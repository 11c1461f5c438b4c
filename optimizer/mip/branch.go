package mip

import (
	"math"
	"sort"

	"github.com/rigmix/rigmix/optimizer/lp"
)

// pseudocost returns the average objective gain per unit of change in
// direction d (0 down, 1 up) for column j, falling back to the mean over
// all columns with observations (Achterberg 2007, §5.3.2).
func (e *engine) pseudocost(j, d int) float64 {
	if j >= 0 && e.pcCnt[d][j] > 0 {
		return e.pcSum[d][j] / float64(e.pcCnt[d][j])
	}
	if e.pcAllCnt[d] == 0 {
		return 1
	}
	return e.pcAllSum[d] / float64(e.pcAllCnt[d])
}

func (e *engine) updatePseudocost(j, d int, frac, gain float64) {
	if j < 0 || math.IsInf(gain, 0) || math.IsNaN(gain) {
		return
	}
	dist := frac
	if d == 1 {
		dist = 1 - frac
	}
	if dist < 1e-9 {
		return
	}
	if gain < 0 {
		gain = 0
	}
	e.pcSum[d][j] += gain / dist
	e.pcCnt[d][j]++
	e.pcAllSum[d] += gain / dist
	e.pcAllCnt[d]++
}

// score is the product rule of Achterberg (2007, §5.3, eq. 5.2).
func score(down, up float64) float64 {
	const eps = 1e-6
	return math.Max(down, eps) * math.Max(up, eps)
}

type candidate struct {
	j        int
	frac     float64
	pcScore  float64
	reliable bool
}

// branch chooses the branching column by reliability branching
// (Achterberg, Koch and Martin 2005, Oper. Res. Lett. 33:42–54;
// Achterberg 2007, §5.3.4): pseudocost scores, with strong branching on
// the candidates whose pseudocosts are not yet reliable. It returns the
// column and the LP bounds of its two children. When strong branching
// proves one direction infeasible or hopeless it returns j = -1 with the
// bound change in fixes (the node is then solved again); when both are,
// infeasible is true.
func (e *engine) branch(nd *node, r *lp.Result, z float64) (j int, downBound, upBound float64, fixes []boundChange, infeasible bool, err error) {
	var cands []candidate
	avg := [2]float64{e.pseudocost(-1, 0), e.pseudocost(-1, 1)}
	for k := 0; k < e.n; k++ {
		if !e.p.Integer[k] || !isFrac(r.X[k]) || r.X[k] < e.clo[k] || r.X[k] > e.cup[k] {
			continue
		}
		f := r.X[k] - math.Floor(r.X[k])
		pd, pu := avg[0], avg[1]
		if e.pcCnt[0][k] > 0 {
			pd = e.pcSum[0][k] / float64(e.pcCnt[0][k])
		}
		if e.pcCnt[1][k] > 0 {
			pu = e.pcSum[1][k] / float64(e.pcCnt[1][k])
		}
		rel := e.pcCnt[0][k] >= reliability && e.pcCnt[1][k] >= reliability
		cands = append(cands, candidate{j: k, frac: f, pcScore: score(pd*f, pu*(1-f)), reliable: rel})
	}
	sort.SliceStable(cands, func(a, b int) bool { return cands[a].pcScore > cands[b].pcScore })
	best, bestScore := -1, -1.0
	bestDown, bestUp := z, z
	sbDone, noImprove := 0, 0
	var basis, basis2 *lp.Basis
	pre := map[int]*sbResult{}
	for ci, c := range cands {
		res := pre[ci]
		if res == nil && (c.reliable || sbDone >= sbCandidates || noImprove >= sbLookahead) {
			if c.pcScore > bestScore {
				best, bestScore = c.j, c.pcScore
				bestDown, bestUp = z, z
			}
			continue
		}
		if res == nil {
			if basis == nil {
				basis = e.s.Basis()
				if e.s2 != nil && e.s2ok {
					basis2 = e.s2.Basis()
				}
			}
			// With a second solver, evaluate the next unreliable
			// candidate at the same time; results are used in candidate
			// order, so the search does not depend on timing.
			next := -1
			if basis2 != nil && sbDone+1 < sbCandidates {
				for k := ci + 1; k < len(cands); k++ {
					if !cands[k].reliable {
						next = k
						break
					}
				}
			}
			var other *sbResult
			done := make(chan struct{})
			if next >= 0 {
				go func() {
					other = e.strongBranch(e.s2, basis2, cands[next].j, r.X[cands[next].j], z)
					close(done)
				}()
			} else {
				close(done)
			}
			res = e.strongBranch(e.s, basis, c.j, r.X[c.j], z)
			<-done
			if other != nil {
				pre[next] = other
			}
		}
		sbDone++
		e.lpIter += res.iters
		for d := 0; d < 2; d++ {
			if res.sol[d] != nil {
				e.setIncumbent(res.sol[d])
			}
		}
		if e.checkStop() {
			return c.j, z, z, nil, false, nil
		}
		obj, feasible, exact := res.obj, res.feasible, res.exact
		xj := r.X[c.j]
		lo, up := e.clo[c.j], e.cup[c.j]
		if feasible[0] {
			e.updatePseudocost(c.j, 0, c.frac, obj[0]-z)
		}
		if feasible[1] {
			e.updatePseudocost(c.j, 1, c.frac, obj[1]-z)
		}
		pruneDown := math.IsInf(obj[0], 1) || (exact[0] && e.canPrune(obj[0]))
		pruneUp := math.IsInf(obj[1], 1) || (exact[1] && e.canPrune(obj[1]))
		switch {
		case pruneDown && pruneUp:
			return -1, 0, 0, nil, true, nil
		case pruneDown:
			return -1, 0, 0, []boundChange{{c.j, math.Ceil(xj), up}}, false, nil
		case pruneUp:
			return -1, 0, 0, []boundChange{{c.j, lo, math.Floor(xj)}}, false, nil
		}
		s := score(obj[0]-z, obj[1]-z)
		if s > bestScore {
			best, bestScore = c.j, s
			bestDown, bestUp = z, z
			if exact[0] {
				bestDown = obj[0]
			}
			if exact[1] {
				bestUp = obj[1]
			}
			noImprove = 0
		} else {
			noImprove++
		}
	}
	// Child bounds come only from strong-branching LPs solved to
	// optimality; an iteration-limited value is an estimate.
	return best, bestDown, bestUp, nil, false, nil
}

// sbResult is the outcome of strong branching on one column.
type sbResult struct {
	obj             [2]float64 // child LP values (down, up); +Inf: infeasible
	feasible, exact [2]bool    // exact: solved to optimality
	sol             [2][]float64
	iters           int
}

// strongBranch solves the two children of column j on solver s with an
// iteration limit and restores s (bounds and basis) afterwards. It reads
// but never changes the engine, so two calls on two solvers may run at
// the same time.
func (e *engine) strongBranch(s *lp.Solver, basis *lp.Basis, j int, xj, z float64) *sbResult {
	res := &sbResult{}
	lo, up := e.clo[j], e.cup[j]
	s.SetOptions(e.lpOptions(sbIterLimit))
	for d := 0; d < 2; d++ {
		if d == 0 {
			s.SetColBounds(j, lo, math.Floor(xj))
		} else {
			s.SetColBounds(j, math.Ceil(xj), up)
		}
		r, err := s.Solve()
		s.SetColBounds(j, lo, up)
		_ = s.SetBasis(basis)
		if r != nil {
			res.iters += r.Iterations
		}
		if err != nil {
			// Numerical trouble in a strong-branching LP: no
			// information from this child.
			res.obj[d] = z
			continue
		}
		switch r.Status {
		case lp.Infeasible:
			res.obj[d] = math.Inf(1)
		case lp.Optimal:
			res.obj[d] = math.Max(r.Obj, z)
			res.feasible[d], res.exact[d] = true, true
			integral := true
			for k := 0; k < e.n; k++ {
				if e.p.Integer[k] && isFrac(r.X[k]) {
					integral = false
					break
				}
			}
			if integral {
				// An integral child solution is a feasible point.
				res.sol[d] = append([]float64(nil), r.X...)
			}
		default:
			// Iteration or time limit: the objective so far is an
			// estimate only, never used to prune.
			res.obj[d] = math.Max(r.Obj, z)
			res.feasible[d] = true
		}
	}
	return res
}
------------------------
> Your assignment
The first line of the entries above and every line after it, up to and including the line with "the mean over", should be set down exactly.

> Result of the exercise
repository 11c1461f5c438b4c
filename optimizer/mip/branch.go
package mip

import (
	"math"
	"sort"

	"github.com/rigmix/rigmix/optimizer/lp"
)

// pseudocost returns the average objective gain per unit of change in
// direction d (0 down, 1 up) for column j, falling back to the mean over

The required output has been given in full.